Personal Post – Life With Depression Part 1.

 

How would you describe Depression to someone close to you that asks how it affects your life etc?

 

Around a month ago I had a very low episode. I couldn’t bear to see my parents much. I noticed I locked myself away a lot and wanted an escape. I would cry over the pettiest thing then the thoughts come creeping in. 

When your depressed it really is hard to control your thoughts. I think that people on the outside that may not suffer from this won’t understand this and how it really is hard to live life when your mind starts telling you things. It’s almost like a war with my own mind. 

The thing is with depression, more things can tie in with it. So with my depression, a binge eating disorder crept in. So this on top of feeling like complete shit doesn’t make life any easier. It goes like this thoughts or an incident makes me over think things, feel angry or guilty, go to shops get a load of crap filled food, sneak it home, eat it all in one go then feel even worse for eating it all! So with this I’ve gained weight and feel disgusting. 

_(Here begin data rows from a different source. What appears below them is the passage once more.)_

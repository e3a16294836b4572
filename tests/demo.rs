//! The demo scores: each states its expected findings in place, and is held to them; and every line
//! of a house style among them changes something.

#![allow(clippy::unwrap_used, clippy::panic, clippy::print_stdout)]

use std::fs;
use std::path::{Path, PathBuf};
use std::sync::Arc;

use partwright_check::house::FILE;
use partwright_check::{Checked, House, Wishes, unlike_drawn};

fn root() -> PathBuf {
    PathBuf::from(env!("CARGO_MANIFEST_DIR")).join("demo-scores")
}

/// The files below a folder, in order.
fn below(folder: &Path) -> Vec<PathBuf> {
    let mut files = Vec::new();
    let mut folders = vec![folder.to_owned()];
    while let Some(folder) = folders.pop() {
        for entry in fs::read_dir(folder).unwrap() {
            let path = entry.unwrap().path();
            if path.is_dir() {
                folders.push(path);
            } else {
                files.push(path);
            }
        }
    }
    files.sort();
    files
}

fn sheets(folder: &Path) -> Vec<PathBuf> {
    let mut files = below(folder);
    files.retain(|path| path.extension().is_some_and(|end| end == "voices"));
    files
}

fn house_styles() -> Vec<PathBuf> {
    let mut files = below(&root());
    files.retain(|path| path.file_name().is_some_and(|name| name == FILE));
    files
}

/// A house style of this text, as if it stood in that file.
fn house(file: &Path, text: &str) -> House {
    House::read(file, &mut |path| {
        if path == file {
            Ok(text.to_owned())
        } else {
            fs::read_to_string(path).map_err(|error| error.to_string())
        }
    })
    .unwrap()
}

/// A sheet under the nearest house style, looked for upwards from it.
fn wishes(sheet: &Path) -> Wishes {
    let root = root();
    let mut folders = sheet.ancestors().skip(1);
    let above = folders
        .by_ref()
        .take_while(|folder| folder.starts_with(&root));
    let nearest = above
        .map(|folder| folder.join(FILE))
        .find(|file| file.exists());
    Wishes {
        house: nearest.map(|file| Arc::new(house(&file, &fs::read_to_string(&file).unwrap()))),
        file: Some(sheet.to_owned()),
        ..Wishes::default()
    }
}

#[test]
fn demo_scores_give_what_they_state() {
    let paths = sheets(&root());
    assert!(paths.len() >= 9);
    let mut wrong = Vec::new();
    for path in paths {
        let text = fs::read_to_string(&path).unwrap();
        let checked = Checked::text(&text, &wishes(&path));
        let name = path.strip_prefix(root()).unwrap().display().to_string();
        assert!(checked.reading.score.voices.len() >= 2, "{name} has voices");
        for difference in unlike_drawn(&text, &checked, None) {
            wrong.push(format!("{name}: {difference}"));
        }
    }
    assert!(wrong.is_empty(), "{}", wrong.join("\n"));
}

/// What no licence lifts in the sheets beside a house style, under a text of it.
fn judged(file: &Path, text: &str) -> Vec<String> {
    let house = Arc::new(house(file, text));
    let mut all = Vec::new();
    for sheet in sheets(file.parent().unwrap()) {
        let wishes = Wishes {
            house: Some(Arc::clone(&house)),
            file: Some(sheet.clone()),
            ..Wishes::default()
        };
        let checked = Checked::text(&fs::read_to_string(&sheet).unwrap(), &wishes);
        for finding in checked.open() {
            all.push(format!(
                "{} {:?} {} {} {:?}",
                sheet.display(),
                finding.span,
                finding.rule,
                finding.severity,
                finding.voices
            ));
        }
    }
    all
}

/// The text of a house style in pieces: what stands before the first table, then the tables.
fn pieces(text: &str) -> Vec<String> {
    let mut pieces = vec![String::new()];
    for line in text.split_inclusive('\n') {
        if line.starts_with("[[") {
            pieces.push(String::new());
        }
        if let Some(last) = pieces.last_mut() {
            last.push_str(line);
        }
    }
    pieces
}

#[test]
fn every_line_of_a_house_style_matters() {
    let files = house_styles();
    assert_eq!(files.len(), 2);
    for file in files {
        let text = fs::read_to_string(&file).unwrap();
        let whole = house(&file, &text);
        let pieces = pieces(&text);
        let tables = whole.overrides.len() + whole.numbers.len() + whole.licences.len();
        assert_eq!(pieces.len(), tables + 1, "{}", file.display());
        assert!(!whole.numbers.is_empty() && !whole.licences.is_empty());
        let findings = judged(&file, &text);
        for left_out in 1..pieces.len() {
            let mut rest = pieces.clone();
            let dropped = rest.remove(left_out);
            assert_ne!(
                judged(&file, &rest.concat()),
                findings,
                "{}: nothing is judged otherwise without\n{dropped}",
                file.display()
            );
        }
    }
}

#[test]
fn the_sheets_beside_a_house_style_ask_for_it() {
    for file in house_styles() {
        let whole = house(&file, &fs::read_to_string(&file).unwrap());
        let sheets = sheets(file.parent().unwrap());
        assert_eq!(sheets.len(), 2);
        for sheet in sheets {
            let checked = Checked::text(&fs::read_to_string(&sheet).unwrap(), &wishes(&sheet));
            assert_eq!(checked.reading.score.style, whole.name);
            assert_eq!(checked.strictness.overrides, whole.overrides);
        }
    }
}
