//! The program as a whole: what a call prints, where, and how it ends.

// The helpers of tests are no tests to the linter.
#![allow(clippy::unwrap_used, clippy::panic)]

#[path = "cli/arguments.rs"]
mod arguments;
#[path = "cli/files.rs"]
mod files;
#[path = "cli/json.rs"]
mod json;
#[path = "cli/plain.rs"]
mod plain;
#[path = "cli/rules.rs"]
mod rules;
#[path = "cli/streams.rs"]
mod streams;
#[path = "cli/support.rs"]
mod support;
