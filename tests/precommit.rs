//! The hooks of `.pre-commit-hooks.yaml` under the real framework, in real repositories.
//!
//! pre-commit is taken from `PARTWRIGHT_PRE_COMMIT`; `cargo xtask test` installs it and sets that.

#![allow(clippy::unwrap_used, clippy::panic, clippy::print_stdout)]

#[path = "precommit/desk.rs"]
mod desk;

use desk::{Desk, pre_commit};

/// Parallel fifths.
const FLAWED: &str = "metre 2/4\n\nS | D5 E | F E ||\nB | G3 A | A B ||\n";
/// None, and in columns.
const CLEAN: &str = "metre   2/4\n\nS | D5 C | D - ||\nB | G3 A | G - ||\n";
/// Out of columns.
const RAGGED: &str = "metre   2/4\n\nS | D5   C | D - ||\nB | G3 A | G - ||\n";
/// An octave figure in doubt.
const CARELESS: &str = "metre   2/4\n\nS | B4 C | D4 - ||\nB | G3 A | G3 - ||\n";

macro_rules! framework {
    () => {
        match pre_commit() {
            Some(path) => path,
            None => {
                println!("left out: no pre-commit; `cargo xtask test` installs it");
                return;
            }
        }
    };
}

#[test]
fn a_fault_is_refused_and_what_is_mended_passes() {
    let desk = Desk::new(framework!());
    desk.hooks(&["partwright-check-system"]);
    desk.write("hymns/evensong.voices", FLAWED);
    desk.write("notes.txt", "no sheet");
    let (status, said) = desk.run(&["run", "--all-files"]);
    assert_eq!(status, 1, "{said}");
    assert!(
        said.contains("parallel-fifths") && said.contains("hymns/evensong.voices:3:8"),
        "{said}"
    );
    // A commit is refused, and one without the fault is made.
    assert_eq!(desk.run(&["install"]).0, 0);
    let (made, said) = desk.commit();
    assert!(!made && said.contains("parallel-fifths"), "{said}");
    desk.write("hymns/evensong.voices", CLEAN);
    let (made, said) = desk.commit();
    assert!(made && said.contains("Passed"), "{said}");
    // A sheet under a house style of its own.
    desk.write("quay/watch.voices", FLAWED);
    let house = "[[rule]]\nrule = \"parallel-fifths\"\nseverity = \"remark\"\nreason = \"horns\"\n";
    desk.write("quay/partwright.toml", house);
    let (made, said) = desk.commit();
    assert!(made, "{said}");
    // Something else alone needs no check.
    desk.write("notes.txt", "still no sheet");
    let (made, said) = desk.commit();
    assert!(made && said.contains("Skipped"), "{said}");
}

#[test]
fn sheets_are_aligned_and_mended_and_the_second_time_passes() {
    let desk = Desk::new(framework!());
    desk.hooks(&["partwright-mend-system", "partwright-align-system"]);
    desk.write("ragged.voices", RAGGED);
    desk.write("careless.voices", CARELESS);
    desk.write("clean.voices", CLEAN);
    let (status, said) = desk.run(&["run", "--all-files"]);
    assert_eq!(status, 1, "{said}");
    assert_eq!(
        said.matches("files were modified by this hook").count(),
        2,
        "{said}"
    );
    assert_eq!(desk.read("ragged.voices"), CLEAN);
    assert_eq!(
        desk.read("careless.voices"),
        "metre   2/4\n\nS | B4 C4 | D4 - ||\nB | G3 A  | G3 - ||\n"
    );
    let (status, said) = desk.run(&["run", "--all-files"]);
    assert_eq!(status, 0, "{said}");
}

#[test]
fn the_hooks_can_be_tried_without_configuration() {
    let desk = Desk::new(framework!());
    desk.write("evensong.voices", FLAWED);
    desk.write("careless.voices", CARELESS);
    let source = desk.source().to_str().unwrap().to_owned();
    let try_one = |hook: &str, sheet: &str| {
        let (status, said) = desk.run(&["try-repo", &source, hook, "--files", sheet]);
        // What is tried is the commit, not a copy the framework makes of changes beside it.
        assert!(!said.contains("uncommitted"), "{said}");
        (status, said)
    };
    let (status, said) = try_one("partwright-check-system", "evensong.voices");
    assert!(status == 1 && said.contains("parallel-fifths"), "{said}");
    let (status, said) = try_one("partwright-mend-system", "careless.voices");
    assert!(status == 1 && said.contains("modified"), "{said}");
    assert!(desk.read("careless.voices").contains("| B4 C4 |"), "{said}");
    // Where every octave is plain the writing needs no mend, however faulty the music is.
    let (status, said) = try_one("partwright-mend-system", "evensong.voices");
    assert!(status == 0 && said.contains("Passed"), "{said}");
    assert_eq!(desk.read("evensong.voices"), FLAWED);
    let (status, said) = try_one("partwright-no-such-hook", "evensong.voices");
    assert!(
        status != 0 && said.contains("partwright-no-such-hook"),
        "{said}"
    );
}

/// The framework builds the program from the repository, as it would on a musician's machine.
#[test]
fn the_program_is_built_by_the_hook_itself() {
    let desk = Desk::new(framework!());
    desk::forget_earlier_builds();
    desk.hooks(&["partwright-check"]);
    desk.write("evensong.voices", FLAWED);
    let (status, said) = desk.run_without_program(&["run", "--all-files"]);
    assert_eq!(status, 1, "{said}");
    assert!(said.contains("parallel-fifths"), "{said}");
    desk.write("evensong.voices", CLEAN);
    let (status, said) = desk.run_without_program(&["run", "--all-files"]);
    assert_eq!(status, 0, "{said}");
}
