//! The language server as a client sees it: `partwright serve`, driven over pipes.
//!
//! `PARTWRIGHT_BINARY` names another build to drive, a release build for instance.
#![allow(
    clippy::unwrap_used,
    clippy::expect_used,
    clippy::panic,
    reason = "a helper of tests fails as a test does"
)]

#[path = "lsp/actions.rs"]
mod actions;
#[path = "lsp/broken.rs"]
mod broken;
#[path = "lsp/client.rs"]
mod client;
#[path = "lsp/completion.rs"]
mod completion;
#[path = "lsp/document.rs"]
mod document;
#[path = "lsp/findings.rs"]
mod findings;
#[path = "lsp/formatting.rs"]
mod formatting;
#[path = "lsp/hints.rs"]
mod hints;
#[path = "lsp/houses.rs"]
mod houses;
#[path = "lsp/hover.rs"]
mod hover;
#[path = "lsp/lifecycle.rs"]
mod lifecycle;
#[path = "lsp/names.rs"]
mod names;
#[path = "lsp/outline.rs"]
mod outline;
#[path = "lsp/properties.rs"]
mod properties;
#[path = "lsp/pull.rs"]
mod pull;
#[path = "lsp/random.rs"]
mod random;
#[path = "lsp/registration.rs"]
mod registration;
#[path = "lsp/rude.rs"]
mod rude;
#[path = "lsp/slow.rs"]
mod slow;
#[path = "lsp/sync.rs"]
mod sync;
#[path = "lsp/tokens.rs"]
mod tokens;
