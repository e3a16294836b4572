//! The language server as a client sees it: `partwright serve`, driven over pipes.
//!
//! `PARTWRIGHT_BINARY` names another build to drive, a release build for instance.
#![allow(
    clippy::unwrap_used,
    clippy::expect_used,
    clippy::panic,
    reason = "a helper of tests fails as a test does"
)]

#[path = "lsp/broken.rs"]
mod broken;
#[path = "lsp/client.rs"]
mod client;
#[path = "lsp/document.rs"]
mod document;
#[path = "lsp/findings.rs"]
mod findings;
#[path = "lsp/hover.rs"]
mod hover;
#[path = "lsp/lifecycle.rs"]
mod lifecycle;
#[path = "lsp/random.rs"]
mod random;
#[path = "lsp/slow.rs"]
mod slow;
#[path = "lsp/sync.rs"]
mod sync;
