@pytest.mark.parametrize(
    ("formula", "prior", "words"),
    [
        ("prophylaxis + age", '["dirty"]', "The prior names “dirty”, which is not in the formula"),
        ("prophylaxis + age", '["prophylaxs"]', "Did you mean “prophylaxis”?"),
        ("prophylaxis + rcs(age, 3)", '["age"]', "“age” has no odds ratio of its own"),
        ("prophylaxis * dirty", '["dirty"]', "“dirty” has no odds ratio of its own"),
        ("prophylaxis + age", "[]", "The prior names no column"),
    ],
)
def test_a_prior_for_what_has_no_odds_ratio_is_a_fault(tmp_path: Path, formula: str, prior: str, words: str) -> None:
    with pytest.raises(InputFault) as caught:
        run(tmp_path, records(), formula, f'method = "log-F"\nprior = {{m = 2, columns = {prior}}}\n')
    assert words in str(caught.value)
    assert "prior" in str(caught.value)


# Records that are not in memory


@pytest.mark.parametrize("more", ['method = "exact"', PRIOR])
def test_what_needs_the_records_in_memory_says_so(tmp_path: Path, monkeypatch: pytest.MonkeyPatch, more: str) -> None:
    monkeypatch.setattr(check, "wanted", lambda path: 10**15)
    with pytest.raises(InputFault) as caught:
        run(tmp_path, records(), more=more)
    assert caught.value.faults[0].where == "the plan, [[models]] “main” method"
    assert "This method needs the records in memory" in str(caught.value)
    assert not (tmp_path / "plan-report").exists()


@pytest.mark.parametrize("more", ['method = "exact"', PRIOR])
def test_what_needs_all_records_in_one_place_is_refused_on_workers(tmp_path: Path, more: str) -> None:
    run(tmp_path, records(40).assign(age=50), "prophylaxis", more)
    plan = read_plan(tmp_path / "plan.toml").plan
    with pytest.raises(InputFault, match="the run has them on workers"):
        refuse_what_needs_memory(plan, "needs-one-machine")


def test_penalised_likelihood_does_not_need_the_records_in_memory(
    tmp_path: Path, monkeypatch: pytest.MonkeyPatch
) -> None:
    found = []
    for where in ("memory", "disk"):
        if where == "disk":
            monkeypatch.setattr(check, "wanted", lambda path: 10**15)
        (tmp_path / where).mkdir()
        found.append(run(tmp_path / where, records(200), more='method = "penalised"')[1])
    assert found[0]["models"][0]["coefficients"] == found[1]["models"][0]["coefficients"]


# Several models


def test_a_model_upon_another_takes_its_method_and_prior_or_has_its_own(tmp_path: Path) -> None:
    more = (
        PRIOR
        + """
[[models]]
name = "same prior"
based_on = "main"
leave_out = ["age"]
[[models]]
name = "stronger prior"
based_on = "main"
prior = {m = 8, columns = ["prophylaxis"]}
[[models]]
name = "penalised"
based_on = "main"
method = "penalised"
[[models]]
name = "plain"
based_on = "penalised"
method = "maximum likelihood"
"""
    )
    frame = records()
    outcome, results = run(tmp_path, frame, more=more)
    main, same, stronger, firth, plain = results["models"]
    ways = ["log-F", "log-F", "log-F", "penalised", "maximum likelihood"]
    assert [one["method"] for one in results["models"]] == ways
    ratios = [coefficient(one, "prophylaxis")["log_odds_ratio"] for one in (main, stronger, plain)]
    assert abs(ratios[1]) < abs(ratios[0]) < abs(ratios[2])
    X, y = matrix(frame, "prophylaxis", "age", "dirty")
    reference = sm.Logit(y, X).fit(disp=0, tol=1e-12)
    assert ratios[2] == pytest.approx(reference.params[1], rel=1e-8)
    best, _ = maximum(penalised(X / PER_COLUMN, y), np.zeros(4))
    assert coefficient(firth, "prophylaxis")["log_odds_ratio"] == pytest.approx(best[1], abs=1e-5)
    assert same["differs"] == "As “main”, without age"
    assert stronger["differs"] == "As “main”, with a log-F(8, 8) prior for the odds ratio of prophylaxis"
    assert firth["differs"] == "As “main”, by penalised likelihood"
    assert plain["differs"] == "As “penalised”, by maximum likelihood"
    words = report(outcome)
    assert "by penalised likelihood</span>" in words
    assert "“penalised” was fitted by penalised likelihood with Jeffreys&#39; penalty" in words


def test_checks_that_rest_on_maximum_likelihood_are_not_made_of_another_fit(tmp_path: Path) -> None:
    for name, more in (("p", 'method = "penalised"'), ("l", PRIOR)):
        (tmp_path / name).mkdir()
        outcome, results = run(tmp_path / name, records(), more=more)
        (model,) = results["models"]
        assert set(model["checks"]) == OF_ANY_METHOD
        assert "checks-of-method" in [one["code"] for one in model["findings"]]
        assert model["checks"]["overlap"]["exposure_odds_ratio_within_overlap"] is None
        assert "Hosmer" not in report(outcome)


def test_levels_against_their_average_by_penalised_likelihood_and_not_by_exact_inference(tmp_path: Path) -> None:
    frame = records(70, seed=11)
    X, y = matrix(frame, "ward", "dirty")
    averaged = f'{COLUMNS["ward"]}\ncompare_with = "network average"'
    for name in ("penalised", "exact"):
        (tmp_path / name).mkdir()
        more = f'method = "{name}"'
        outcome, _ = run(tmp_path / name, frame, "ward + dirty", more, exposures=("ward",), ward=averaged)
        (model,) = outcome.results.models
        if name == "exact":
            assert model.averages == ()
            assert "average-without-contrast" in [one.code for one in model.findings]
            continue
        # the contrasts of B and C with the average as coefficients of their own
        turned = X @ np.linalg.inv(
            np.array([[1.0, 0, 0, 0], [0, 2 / 3, -1 / 3, 0], [0, -1 / 3, 2 / 3, 0], [0, 0, 0, 1]])
        )
        value = penalised(turned, y)
        best, height = maximum(value, np.zeros(4))
        one = model.averages[1]
        assert one.level == "B"
        assert one.log_odds_ratio == pytest.approx(best[1], abs=1e-5)
        limits = [profile_limit(value, best, height, 1, towards) for towards in (-1.0, 1.0)]
        assert np.log([one.profile.lower, one.profile.upper]) == pytest.approx(limits, abs=1e-5)
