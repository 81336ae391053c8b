"""Sentences of the design floor, by code: what is wrong with a formula, what to do, what a coefficient is called."""

from __future__ import annotations

from collections.abc import Mapping
from typing import Any

from oddsmodel.wording.design_labels import LABELS
from oddsmodel.wording.numbers import count, listed, plural
from oddsmodel.wording.say import Sentence

OPERATORS = "Terms are joined by + - : * / and ** and by round brackets"
FUNCTIONS = (
    'The functions there are: C(column), I(arithmetic), Q("column name"), log, log2, log10, exp, sqrt, center, '
    "standardize, bs, cr, cc, rcs(x, knots) and cut(x, [edges])"
)
BARE = "Write names of columns, numbers and the functions of the formula language only."
PREPARE = "Prepare what you need as a column of the records."

CONSTRUCTS: dict[str, tuple[str, str]] = {
    "attribute": (
        "“{written}” reaches into something with a full stop (an attribute)",
        'A column whose name has a full stop in it is written Q("its.name"). ' + BARE,
    ),
    "dotted-column": (
        "“{written}” has a full stop in it, as no name without quotation marks may.",
        'Write Q("{written}").',
    ),
    "subscript": ("“{written}” takes a part out of something (a subscript)", PREPARE),
    "call-of-a-value": ("“{written}” calls something that is not a function's name", FUNCTIONS + "."),
    "empty-parentheses": ("“{written}” holds nothing.", "Write a term between the brackets or take them out."),
    "tuple": ("A comma stands between round brackets that belong to no function.", "Join terms by +."),
    "conditional": ("“{written}” is a conditional", PREPARE),
    "comprehension": ("“{written}” is a comprehension or a loop", PREPARE),
    "lambda": ("“{written}” defines a function", FUNCTIONS + "."),
    "logic": ("“{written}” is a logical word", PREPARE + " Who belongs to the model is said under `keep`."),
    "keyword": (
        "“{written}” is a word of the Python language",
        "If it is the name of a column, look how the records spell it. " + BARE,
    ),
    "walrus": ("“{written}” assigns a value", BARE),
    "assignment": ("“{written}” assigns a value", "The outcome is set apart by ~, as in died ~ smoker + age."),
    "comparison": ("“{written}” compares", PREPARE + " For bands of a number write cut(age, [40, 60])."),
    "floor-division": (
        "“{written}” is no sign of the formula language.",
        "Within I(...) a quotient is written with /.",
    ),
    "arrow": ("“{written}” is no sign of the formula language.", OPERATORS + "."),
    "ellipsis": ("“{written}” stands for nothing here", "Write every column out."),
    "nesting-word": ("“{written}” is no sign of the formula language.", "Write a/b for a and, within it, b."),
    "remainder": ("“{written}” is no sign of the formula language.", OPERATORS + "."),
    "caret": (
        "“{written}” is no sign of the formula language.",
        "A power is written **, and that of a number I(age ** 2).",
    ),
    "bit": ("“{written}” is no sign of the formula language.", OPERATORS + "."),
    "bar": ("“{written}” is no sign of the formula language.", OPERATORS + ". Random effects are not part of it."),
    "at": ("“{written}” is no sign of the formula language.", OPERATORS + "."),
    "exclamation": ("“{written}” is no sign of the formula language.", OPERATORS + "."),
    "question": ("“{written}” is no sign of the formula language.", OPERATORS + "."),
    "dollar": ("“{written}” is no sign of the formula language.", "Write the column's name alone."),
    "semicolon": ("“{written}” ends a statement", "Write one formula and nothing after it."),
    "comment": ("“{written}” begins a comment", "Comments go into the plan, outside the formula."),
    "backtick": ("“{written}” is not what names are quoted with here.", 'Write Q("any name").'),
    "braces": ("“{written}” is no bracket of the formula language.", "Use round brackets."),
    "backslash": ("“{written}” is no sign of the formula language.", "A formula may go over several lines as it is."),
    "curly-quote": ("{written} is a curly quotation mark.", 'Write straight ones: Q("any name").'),
    "dash": ("“{written}” is a dash and not a minus sign.", "Write - in its place."),
    "times": (
        "“{written}” is no sign of the formula language.",
        "Write : for a product of columns, or * for both and it.",
    ),
    "null": ("A NUL character stands in the formula.", "Take it out; it has no place in a text."),
    "text-prefix": ("“{written}” before a text makes it run as code or read as bytes", "Write the text without it."),
    "star-arguments": ("“{written}” spreads something over the arguments of a function", "Write each argument out."),
    "keyword-twice": ("“{written}” is given twice.", "Keep one of the two."),
    "argument-after-keyword": ("“{written}” follows an argument that has a name.", "Put arguments with names last."),
    "second-tilde": ("A second “{written}” stands in the formula.", "Write one outcome and one ~."),
}


def _refused(facts: Mapping[str, Any]) -> str:
    what = CONSTRUCTS[facts["construct"]][0].format(**facts)
    return what if what.endswith(".") else f"{what}, which a formula cannot hold. Nothing of it was run."


def _refused_remedy(facts: Mapping[str, Any]) -> str:
    return CONSTRUCTS[facts["construct"]][1].format(**facts)


def _meant(otherwise: str) -> Sentence:
    def remedy(facts: Mapping[str, Any]) -> str:
        return f"Did you mean “{facts['nearest']}”?" if facts["nearest"] else otherwise.format(**facts)

    return remedy


def _arguments(facts: Mapping[str, Any]) -> str:
    least, most = facts["least"], facts["most"]
    wanted = str(most) if least == most else f"{least} to {most}"
    return f"{facts['function']}(...) takes {wanted} {'argument' if most == 1 else 'arguments'} without a name."


def _keyword_remedy(facts: Mapping[str, Any]) -> str:
    if facts["nearest"]:
        return f"Did you mean {facts['nearest']}?"
    if facts["known"]:
        return f"It has {listed(facts['known'])}."
    return "It takes arguments in their places only."


def _bad_value(facts: Mapping[str, Any]) -> str:
    """ "“log(dose)” has no value for 3 records (the first in row 17, where it is log of 0)"."""
    found = plural(facts["faulty_records"], "record")
    row = f"the first is row {count(facts['row'])} of those analysed"
    return f"“{facts['term']}” has no value for {found}, because {facts['reason']} ({row})."
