"""Reference values for Read, worked out on another road: dense generalised least squares with numpy.linalg on the covariance as it
is written (not whitened, not orthogonalised), probabilities from scipy.stats, crossing dates from scipy.optimize.brentq.
The model of each history is given, not searched for. Run: python3 reference.py > reference.json"""
import json
import numpy as np
from scipy import stats, optimize

rng = np.random.default_rng(20260611)
out = []
for k in range(12):
    n = [4, 5, 6, 7, 8, 6, 5, 8, 7, 6, 8, 10][k]
    days = np.cumsum(rng.integers(200, 800, n))
    days -= days[0]
    common = 0.003 * (k % 3)
    apart = rng.uniform(0.0008, 0.0015, n)
    kind = ["none", "linear", "log", "step"][k % 4]
    t = days / 365.25
    creep = np.log10(1 + days + 30)
    cols = [np.ones(n)]
    truth = 60 + 0.0 * t
    gap = n // 2
    event = k >= 8
    if event:
        cols.append((np.arange(n) >= 2) * 1.0)
        truth = truth - 0.036 * (np.arange(n) >= 2)
        if kind == "log":
            # retensioned the day before visit 2: creep starts anew
            start = days[2] - 1
            creep = np.where(days >= start, np.log10(1 + start + 30) + np.log10(1 + np.maximum(days - start, 0)), creep)
    if kind == "linear":
        cols.append(t); truth = truth + 0.02 * t
    if kind == "log":
        cols.append(creep); truth = truth + 0.05 * creep
    if kind == "step":
        cols.append((np.arange(n) >= gap) * 1.0); truth = truth + 0.022 * (np.arange(n) >= gap)
    y = truth + apart * rng.standard_normal(n) * (0.7 if kind != "none" else 0.5)
    X = np.column_stack(cols)
    V = np.diag(apart**2) + common**2
    Vi = np.linalg.inv(V)
    C = np.linalg.inv(X.T @ Vi @ X)
    b = C @ X.T @ Vi @ y
    r = y - X @ b
    chi2 = float(r @ Vi @ r)
    rec = dict(name=f"{k+1}-{kind}{'-retensioned' if event else ''}", days=[int(d) for d in days], y=list(y),
               u=list(np.sqrt(apart**2 + common**2)), common=common, kind=kind, event_day=int(days[2] - 1) if event else None,
               gap=gap if kind == "step" else None, last=float(b[-1]), u_last=float(np.sqrt(C[-1, -1])),
               event=float(b[1]) if event else None, u_event=float(np.sqrt(C[1, 1])) if event else None, chi2=chi2,
               p=float(stats.chi2.sf(chi2, n - X.shape[1])))
    if kind == "linear":
        today = float(days[-1])
        limit = float(X[-1] @ b) + 0.1
        def row(d):
            x = np.array(X[-1]); x[-1] = d / 365.25; return x
        def edge(s):
            return optimize.brentq(lambda d: row(d) @ b + s * stats.norm.ppf(0.975) * np.sqrt(row(d) @ C @ row(d)) - limit, today, today + 40 * 365.25, xtol=1e-6)
        rec.update(limit=limit, earliest=edge(1), best=edge(0), latest=edge(-1))
    out.append(rec)
print(json.dumps(out, indent=1))
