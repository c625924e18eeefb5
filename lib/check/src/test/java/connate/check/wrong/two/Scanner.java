package connate.check.wrong.two;

/** Breaks two rules on purpose: another package has this name too, and so has Java. */
public final class Scanner {

  private Scanner() {}
}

It’s not very easy to tell those close to you that you eat to comfort yourself then hate yourself for it. This alone is just frustrating in itself. 

For me personally I like to see my friends most of the time, I can have a laugh with them and ‘escape’ my normal thoughts and lifestyle almost. But too much can leave me feeling lost in routine and angry. 

So the anger for me is the worst probably. I think it’s down to the ADHD trait, but my dad and I both have a very short snappy temper. The anger is so uncontrollable it literally takes over me. I often slam my fists into walls and if it’s really badly not controlled I have resorted to self harm. See now this is something I wouldn’t dare tell anyone. I mean how do you tell your friends you want to hurt yourself without sounding like an idiot?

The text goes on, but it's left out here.